К исходу средневековья, даже уже в XIV веке, этот номинализм, лишающий религию ее содержания, вызвал сильную реакцию, но все еще оставался господствующим во многих университетах. Не только теологи доминиканского ордена стояли в постоянной оппозиции к нему — практика также во многом следовала более строгим и глубоким принципам, — но и вне ордена поднялась реакция августинизма в лице Брадвардины, Виклифа, Гуса, Везеля, Весселя и др. Они выступили против пелагианства, несмотря на то, что сохранили важную роль таинствам, fidei implicitae и авторитету церкви. Сильного союзника против номинализма, который своей пустой формалистикой и диалектикой в XV веке вызывал прямо презрение, августиновская реакция приобрела в лице Платона, который в это время снова был извлечен на свет. От него и от вновь открытой античности исходил новый дух: он стремился к познанию живого и, вместе с тем, и действительного и искал идеалов, освобождающих личность и возвышающих ее над низменным миром. Этот новый дух возвещал о себе бурными порывами, и вначале в своих крайних проявлениях, казалось, грозил христианству язычеством; но представители Возрождения с наиболее светлой его стороны (Николай Кузанский, Эразм и др.) хотели уничтожить лишь лишенную духа церковность и ее ничтожную науку, не затрагивая единства церкви и догмы. Вновь приобретенная уверенность в познаваемом единстве всех вещей и смелый полет фантазии, вдохновленной античностью и новыми открытыми мирами, положили основание новой науке. Не путем очищения номиналистическая наука превратилась в точную, но новый дух прошел через пожелтевшие листы схоластики и пробудил уверенность и энергию добыть также и у природы ее тайны при помощи живой, охватывающей всего человека спекуляции Платона, и путем соприкосновения с жизнью.

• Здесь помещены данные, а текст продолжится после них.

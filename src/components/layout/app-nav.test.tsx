import { cleanup, screen, within } from '@testing-library/react';
import { afterEach, describe, expect, it } from 'vitest';
import type { Role } from '../../../shared/schemas/auth';
import { renderWithProviders } from '../../test/render';
import { AppNav } from './app-nav';
import { AppShell } from './app-shell';

afterEach(cleanup);

function navNames(role: Role): string[] {
  renderWithProviders(<AppNav role={role} />);
  const nav = screen.getByRole('navigation', { name: 'Main' });
  const names = within(nav)
    .getAllByRole('link')
    .map((a) => a.textContent ?? '');
  cleanup();
  return names;
}

describe('AppNav', () => {
  it('shows the shared areas to every role', () => {
    for (const role of ['technician', 'lead', 'admin', 'auditor'] as const) {
      expect(navNames(role).slice(0, 5)).toEqual(['Queue', 'Instruments', 'Standards', 'Bench', 'Records']);
    }
  });

  it('shows Users and Outbox only to admin, Review to leads, Audit to lead, admin and auditor', () => {
    expect(navNames('technician')).toEqual(['Queue', 'Instruments', 'Standards', 'Bench', 'Records']);
    expect(navNames('lead')).toEqual(['Queue', 'Instruments', 'Standards', 'Bench', 'Records', 'Review', 'Audit']);
    expect(navNames('auditor')).toEqual(['Queue', 'Instruments', 'Standards', 'Bench', 'Records', 'Audit']);
    expect(navNames('admin')).toEqual(['Queue', 'Instruments', 'Standards', 'Bench', 'Records', 'Audit', 'Users', 'Outbox']);
  });

  it('gives each link a data-testid and marks the current page', () => {
    renderWithProviders(<AppNav role="admin" />, { path: '/users' });
    const users = screen.getByTestId('nav-users');
    expect(users.getAttribute('href')).toBe('/users');
    expect(users.getAttribute('aria-current')).toBe('page');
    expect(screen.getByTestId('nav-queue').getAttribute('aria-current')).toBeNull();
  });
});

describe('AppShell', () => {
  it('shows the product, site, user and role, and no Users link for a technician', () => {
    renderWithProviders(
      <AppShell me={{ id: 'u', email: 't@x.test', name: 'Ari Tech', role: 'technician', siteName: 'North Works' }} onSignOut={() => {}}>
        <p>page</p>
      </AppShell>,
    );
    expect(screen.getByText('Stillpoint')).toBeTruthy();
    expect(screen.getByTestId('site-name').textContent).toBe('North Works');
    expect(screen.getByTestId('current-user').textContent).toContain('Ari Tech');
    expect(screen.getByTestId('current-role').textContent).toBe('Technician');
    expect(screen.queryByTestId('nav-users')).toBeNull();
    expect(screen.queryByTestId('nav-audit')).toBeNull();
    expect(screen.getByRole('button', { name: /bench theme/i }).getAttribute('aria-pressed')).toBe('false');
  });
});
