/**
 * Bench identity and server time (issue 11, findings 2 and 6; acceptance 2 and 3): who may feed
 * which bench over `/ws`, whose clock times a hold, and how many benches forwarded names can make.
 * Real server, real WebSocket clients, HOLD_SECONDS = 5.
 */
import { afterAll, beforeAll, describe, expect, it } from 'vitest';
import WebSocket from 'ws';
import { RunSchema, type Run } from '../../shared/schemas/runs';
import type { ClientMessage, StreamMessage } from '../../shared/schemas/stream';
import { ApiClient, demoEmail, startTestServer, type TestServer } from '../helpers/test-server';
import { prepareJob, until } from './runs-helpers';

type Acked = Extract<StreamMessage, { type: 'lines.acked' }>;
type Line = { device: 'pressure' | 'current'; raw: string; wallMs: number };

let srv: TestServer;
let techA: ApiClient;
let techB: ApiClient;
let lead: ApiClient;
let admin: ApiClient;
let aId: string;
let jobId: string;

beforeAll(async () => {
  srv = await startTestServer({ env: { HOLD_SECONDS: '5' } });
  techA = new ApiClient(srv.url);
  techB = new ApiClient(srv.url);
  lead = new ApiClient(srv.url);
  admin = new ApiClient(srv.url);
  await Promise.all([techA.login(demoEmail('tech')), techB.login(demoEmail('tech2')), lead.login(demoEmail('lead')), admin.login(demoEmail('admin'))]);
  aId = (await techA.get('/api/auth/me')).body.id;
  jobId = await prepareJob(srv, lead);
}, 300_000);
afterAll(async () => {
  await srv?.close();
});
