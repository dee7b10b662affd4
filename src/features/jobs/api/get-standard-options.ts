import { queryOptions, useQuery } from '@tanstack/react-query';
import { z } from 'zod';
import { StandardSchema } from '../../../../shared/schemas/standards';
import { api } from '../../../lib/api-client';
import { queryKeys } from '../../../lib/query-keys';

const ReplySchema = z.object({ items: z.array(StandardSchema), total: z.number() });

/** GET /api/standards → the register, to choose the standards of a job from. */
export function standardOptionsQueryOptions() {
  return queryOptions({
    queryKey: queryKeys.standards,
    queryFn: ({ signal }) => api.get('/api/standards', { schema: ReplySchema, signal }),
  });
}

export function useStandardOptions() {
  return useQuery(standardOptionsQueryOptions());
}
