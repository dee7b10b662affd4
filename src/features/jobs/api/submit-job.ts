import { useMutation, useQueryClient } from '@tanstack/react-query';
import { JobDetailSchema, type JobDetail, type SubmitJobBody } from '../../../../shared/schemas/jobs';
import { api } from '../../../lib/api-client';
import { queryKeys } from '../../../lib/query-keys';

/** POST /api/jobs/:id/submit → the submitted job; refused with the reasons while anything blocks it. After a return, `reply` answers the lead. */
export function submitJob(id: string, body: SubmitJobBody = {}): Promise<JobDetail> {
  return api.post(`/api/jobs/${encodeURIComponent(id)}/submit`, body, { schema: JobDetailSchema });
}

export function useSubmitJob(id: string) {
  const qc = useQueryClient();
  return useMutation({
    mutationFn: (body: SubmitJobBody | void) => submitJob(id, body ?? {}),
    onSuccess: (job) => {
      qc.setQueryData(queryKeys.job(id), job);
      void qc.invalidateQueries({ queryKey: queryKeys.jobs, exact: true });
    },
  });
}
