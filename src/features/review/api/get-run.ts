import { useQueries } from '@tanstack/react-query';
import { runQueryOptions } from '../../../lib/run-query';

/** The job's runs for review: the one run query (lib/run-query.ts); completed runs do not change, so no polling. */
export function useReviewRuns(ids: readonly string[]) {
  return useQueries({ queries: ids.map((id) => runQueryOptions(id)) });
}
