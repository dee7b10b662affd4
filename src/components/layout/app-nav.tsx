import { NavLink } from 'react-router';
import type { Role } from '../../../shared/schemas/auth';
import { canOpen, type Area } from '../../lib/authorization';
import { useReviewInbox } from '../../lib/review-inbox';
import { cn } from '../../lib/cn';

export interface NavItem {
  area: Area;
  label: string;
  to: string;
}

/** Navigation in our own names (DESIGN.md §7). */
export const NAV_ITEMS: readonly NavItem[] = [
  { area: 'queue', label: 'Queue', to: '/queue' },
  { area: 'instruments', label: 'Instruments', to: '/instruments' },
  { area: 'standards', label: 'Standards', to: '/standards' },
  { area: 'bench', label: 'Bench', to: '/bench' },
  { area: 'records', label: 'Records', to: '/records' },
  { area: 'review', label: 'Review', to: '/review' },
  { area: 'audit', label: 'Audit', to: '/audit' },
  { area: 'users', label: 'Users', to: '/users' },
  { area: 'outbox', label: 'Outbox', to: '/outbox' },
];

export function navItemsFor(role: Role): NavItem[] {
  return NAV_ITEMS.filter((i) => canOpen(role, i.area));
}

/** How many jobs await review (leads): a count beside the Review link, none when zero. */
function ReviewCount() {
  const n = useReviewInbox(true).data?.count ?? 0;
  if (!n) return null;
  return (
    <span className="num ml-2 rounded-full bg-accent px-1.5 text-xs leading-5 text-accent-ink" data-testid="review-count" aria-label={`${n} awaiting review`}>
      {n}
    </span>
  );
}

export interface AppNavProps {
  role: Role;
  className?: string;
}

/** Primary navigation; shows only what the role may open. */
export function AppNav({ role, className }: AppNavProps) {
  const items = navItemsFor(role);
  const adminStart = items.findIndex((i) => i.area === 'audit');
  return (
    <nav aria-label="Main" className={className}>
      <ul className="flex flex-col gap-1">
        {items.map((item, idx) => (
          <li key={item.area} className={cn(idx === adminStart && 'mt-3 border-t border-line pt-3 lg:mt-4 lg:pt-4')}>
            <NavLink
              to={item.to}
              data-testid={`nav-${item.label.toLowerCase()}`}
              className={({ isActive }) =>
                cn(
                  'flex items-center rounded-md px-3 py-2 text-sm font-medium whitespace-nowrap transition-colors',
                  'focus-visible:outline-2 focus-visible:outline-offset-1 focus-visible:outline-focus',
                  isActive ? 'bg-accent-soft text-accent' : 'text-ink-muted hover:bg-sunken hover:text-ink',
                )
              }
            >
              {item.label}
              {item.area === 'review' && <ReviewCount />}
            </NavLink>
          </li>
        ))}
      </ul>
    </nav>
  );
}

Но теология вначале не извлекла из этого для себя никакой выгоды. Она просто была устранена. Даже христианские гуманисты не были теологами, а учеными знатоками отцов церкви с платоническо-францисканскими идеалами, в лучшем случае, августинцами. Учению церкви более уже никто, кроме некоторых доминиканцев искренно не верил, но исканием оригинальности, пробужденным возрождением, была подготовлена почва для новой теологии.

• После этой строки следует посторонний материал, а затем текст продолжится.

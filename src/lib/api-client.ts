import type { z } from 'zod';
import { ErrorBodySchema, type ErrorCode } from '../../shared/schemas/errors';

/** Codes the client adds for failures that never reached a JSON error body. */
export type ClientErrorCode = 'network' | 'bad_response';

/** An HTTP failure with the server's stable code, message and per-field messages. */
export class ApiError extends Error {
  override readonly name = 'ApiError';
  readonly status: number;
  readonly code: ErrorCode | ClientErrorCode;
  /** Field path (dot-joined) → messages; present on validation errors. */
  readonly fields: Record<string, string[]> | undefined;

  constructor(init: { status: number; code: ErrorCode | ClientErrorCode; message: string; fields?: Record<string, string[]> }) {
    super(init.message);
    this.status = init.status;
    this.code = init.code;
    this.fields = init.fields;
  }

  /** First message for a field path, if any. */
  fieldMessage(path: string): string | undefined {
    return this.fields?.[path]?.[0];
  }
}

export function isApiError(e: unknown): e is ApiError {
  return e instanceof ApiError;
}

/** Fallback code when a failed reply carries no usable error body. */
function codeForStatus(status: number): ErrorCode {
  switch (status) {
    case 400:
      return 'bad_request';
    case 401:
      return 'unauthenticated';
    case 403:
      return 'forbidden';
    case 404:
      return 'not_found';
    case 409:
      return 'conflict';
    case 413:
      return 'payload_too_large';
    case 415:
      return 'unsupported_media';
    case 423:
      return 'locked';
    case 429:
      return 'rate_limited';
    default:
      return 'internal';
  }
}

async function readJson(res: Response): Promise<unknown> {
  const text = await res.text();
  if (!text) return undefined;
  try {
    return JSON.parse(text) as unknown;
  } catch {
    return undefined;
  }
}

/** Turn a failed Response into an ApiError, using the `{ error: { code, message, fields? } }` body when present. */
export async function toApiError(res: Response): Promise<ApiError> {
  const body = await readJson(res);
  const parsed = ErrorBodySchema.safeParse(body);
  if (parsed.success) {
    const { code, message, fields } = parsed.data.error;
    return new ApiError({ status: res.status, code, message, ...(fields ? { fields } : {}) });
  }
  return new ApiError({
    status: res.status,
    code: codeForStatus(res.status),
    message: res.statusText ? `Request failed: ${res.status} ${res.statusText}` : `Request failed with status ${res.status}`,
  });
}

export interface RequestOptions<S extends z.ZodType | undefined> {
  method?: 'GET' | 'POST' | 'PATCH' | 'PUT' | 'DELETE';
  body?: unknown;
  /** When given, the reply is checked against this schema and the parsed value returned. */
  schema?: S;
  signal?: AbortSignal;
}

type Result<S> = S extends z.ZodType ? z.infer<S> : unknown;

/**
 * Fetch JSON from our own origin. Sends cookies (same-origin only), JSON in and out;
 * a non-2xx reply throws ApiError; 204 resolves to undefined.
 */
export async function apiRequest<S extends z.ZodType | undefined = undefined>(
  path: string,
  opts: RequestOptions<S> = {},
): Promise<Result<S>> {
  const headers: Record<string, string> = { Accept: 'application/json' };
  const init: RequestInit = { method: opts.method ?? 'GET', credentials: 'same-origin', headers };
  if (opts.body !== undefined) {
    headers['Content-Type'] = 'application/json';
    init.body = JSON.stringify(opts.body);
  }
  if (opts.signal) init.signal = opts.signal;

  let res: Response;
  try {
    res = await fetch(path, init);
  } catch (e) {
    if (e instanceof DOMException && e.name === 'AbortError') throw e;
    throw new ApiError({ status: 0, code: 'network', message: 'Cannot reach the Stillpoint server. Check the connection and try again.' });
  }

  if (!res.ok) throw await toApiError(res);
  if (res.status === 204) return undefined as Result<S>;

  const body = await readJson(res);
  if (!opts.schema) return body as Result<S>;
  const parsed = opts.schema.safeParse(body);
  if (!parsed.success) {
    throw new ApiError({
      status: res.status,
      code: 'bad_response',
      message: `Unexpected reply from ${path}: ${parsed.error.issues[0]?.message ?? 'does not match the contract'}`,
    });
  }
  return parsed.data as Result<S>;
}

export const api = {
  get: <S extends z.ZodType | undefined = undefined>(path: string, opts?: Omit<RequestOptions<S>, 'method' | 'body'>) =>
    apiRequest<S>(path, { ...opts, method: 'GET' }),
  post: <S extends z.ZodType | undefined = undefined>(path: string, body?: unknown, opts?: Omit<RequestOptions<S>, 'method' | 'body'>) =>
    apiRequest<S>(path, { ...opts, method: 'POST', body }),
  patch: <S extends z.ZodType | undefined = undefined>(path: string, body?: unknown, opts?: Omit<RequestOptions<S>, 'method' | 'body'>) =>
    apiRequest<S>(path, { ...opts, method: 'PATCH', body }),
  delete: <S extends z.ZodType | undefined = undefined>(path: string, opts?: Omit<RequestOptions<S>, 'method' | 'body'>) =>
    apiRequest<S>(path, { ...opts, method: 'DELETE' }),
};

§ 69. Отражение догматики в схоластике

В схоластике XIII века западная церковь получила цельное систематическое изложение своей веры. Материалом послужили: 1) Священное Писание и касающиеся веры постановления соборов, 2) августинизм, 3) развитие церкви после IX века, 4) аристотелевская философия. Конечной целью теологии все еще остается личное блаженство в загробном мире; но поскольку таинства, служащие этой цели, в качестве выражения любви создают царство Христа и на земле, теологии приписывается (уже со времени Августина) еще и вторая цель, она является не только духовной пищей но и экклезиастикой. Но обе эти конечные цели никогда не были согласованы между собою в католицизме. В них благодать и заслуга являются двумя центрами кривой средневекового понимания христианства.

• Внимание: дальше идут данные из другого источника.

import type { QueryClient } from '@tanstack/react-query';
import type { Run } from '../../shared/schemas/runs';
import type { StreamMessage } from '../../shared/schemas/stream';
import { liveSamples, type LiveSampleStore } from '../stores/live-samples';
import { useLiveRun } from '../stores/live-run';
import { queryKeys } from './query-keys';

/**
 * Applies stream messages (shared/schemas/stream.ts, the capture path's event map) to the client's
 * state: samples to the ring buffers, warnings and hold progress to the live-run store, point and
 * run events to the TanStack Query caches. A `point.captured` arrives only once the capture is stored,
 * with the capture itself.
 */
export function applyStreamMessage(m: StreamMessage, queryClient: QueryClient, samples: LiveSampleStore = liveSamples): void {
  const live = useLiveRun.getState();
  switch (m.type) {
    case 'sample.received':
      if (samples.bench !== null && m.benchId !== samples.bench) return;
      samples.push(m.device, m.wallMs, m.value, m.unit);
      return;
    case 'point.changed':
      live.pointChanged(m);
      queryClient.setQueryData<Run>(queryKeys.run(m.runId), (run) =>
        run
          ? {
              ...run,
              currentIndex: m.state === 'captured' ? run.currentIndex : m.index,
              points: run.points.map((p) => (p.index === m.index ? { ...p, state: m.state, flags: m.flags, ...(m.warning !== undefined ? { warning: m.warning } : {}) } : p)),
            }
          : run,
      );
      return;
    case 'point.captured':
      live.captured(m.runId, m.index);
      queryClient.setQueryData<Run>(queryKeys.run(m.runId), (run) =>
        run ? { ...run, points: run.points.map((p) => (p.index === m.index ? { ...p, state: 'captured', flags: m.flags, capture: m.capture } : p)) } : run,
      );
      // Results depend on every captured point: read them again.
      void queryClient.invalidateQueries({ queryKey: queryKeys.run(m.runId) });
      return;
    case 'run.warned':
      live.warned({ kind: m.kind, runId: m.runId, index: m.index, message: m.message, ratePctSpanPerMin: m.ratePctSpanPerMin });
      queryClient.setQueryData<Run>(queryKeys.run(m.runId), (run) =>
        run ? { ...run, points: run.points.map((p) => (p.index === m.index ? { ...p, warning: m.message } : p)) } : run,
      );
      return;
    case 'run.changed':
      queryClient.setQueryData<Run>(queryKeys.run(m.runId), (run) => (run ? { ...run, status: m.status, currentIndex: m.currentIndex } : run));
      void queryClient.invalidateQueries({ queryKey: queryKeys.run(m.runId) });
      void queryClient.invalidateQueries({ queryKey: queryKeys.jobs });
      return;
    case 'device.connected':
      live.device(m.device, { connected: true, path: m.path, reason: null, at: m.at });
      void queryClient.invalidateQueries({ queryKey: queryKeys.bench });
      return;
    case 'device.disconnected':
      live.device(m.device, { connected: false, path: m.path, reason: m.reason, at: m.at });
      void queryClient.invalidateQueries({ queryKey: queryKeys.bench });
      return;
    case 'stream.reset':
      // The server restarted or cannot replay what we missed: re-read the runs and all live server state.
      void queryClient.invalidateQueries({ queryKey: queryKeys.runs });
      void queryClient.invalidateQueries({ queryKey: queryKeys.jobs });
      void queryClient.invalidateQueries({ queryKey: queryKeys.bench });
      return;
    case 'stream.opened':
    case 'lines.acked':
      return;
  }
}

Догматами в строгом смысле были лишь древние articuli fidei; но после того, как пресуществление было признано вытекающим из воплощения, вся система таинства была в сущности возведена в степень абсолютного учения о вере. Граница между догматом и теологическим учением в частностях была совершенно неопределенной. Никто уже не мог указать объема церковного учения, часто даже того, “что” в сущности учит церковь, и она сама всегда остерегалась отграничить область необходимой веры, в особенности, когда стало признаваться заслугой верить возможно большему.

Задача схоластики была троякой: 1) научная обработка древних articuli fidei и включение их в один круг представлений с таинствами и заслугами; 2) формулировка учения о таинствах; 3) примирение принципов церковной политики с августинизмом. Она блестящим образом исполнила эти задачи, но вступила при этом в конфликт с той религиозностью, которая теперь все менее и менее находила свое выражение (реакции августинизма) в официальной теологии (номиналистической) и потому оставляла его в стороне.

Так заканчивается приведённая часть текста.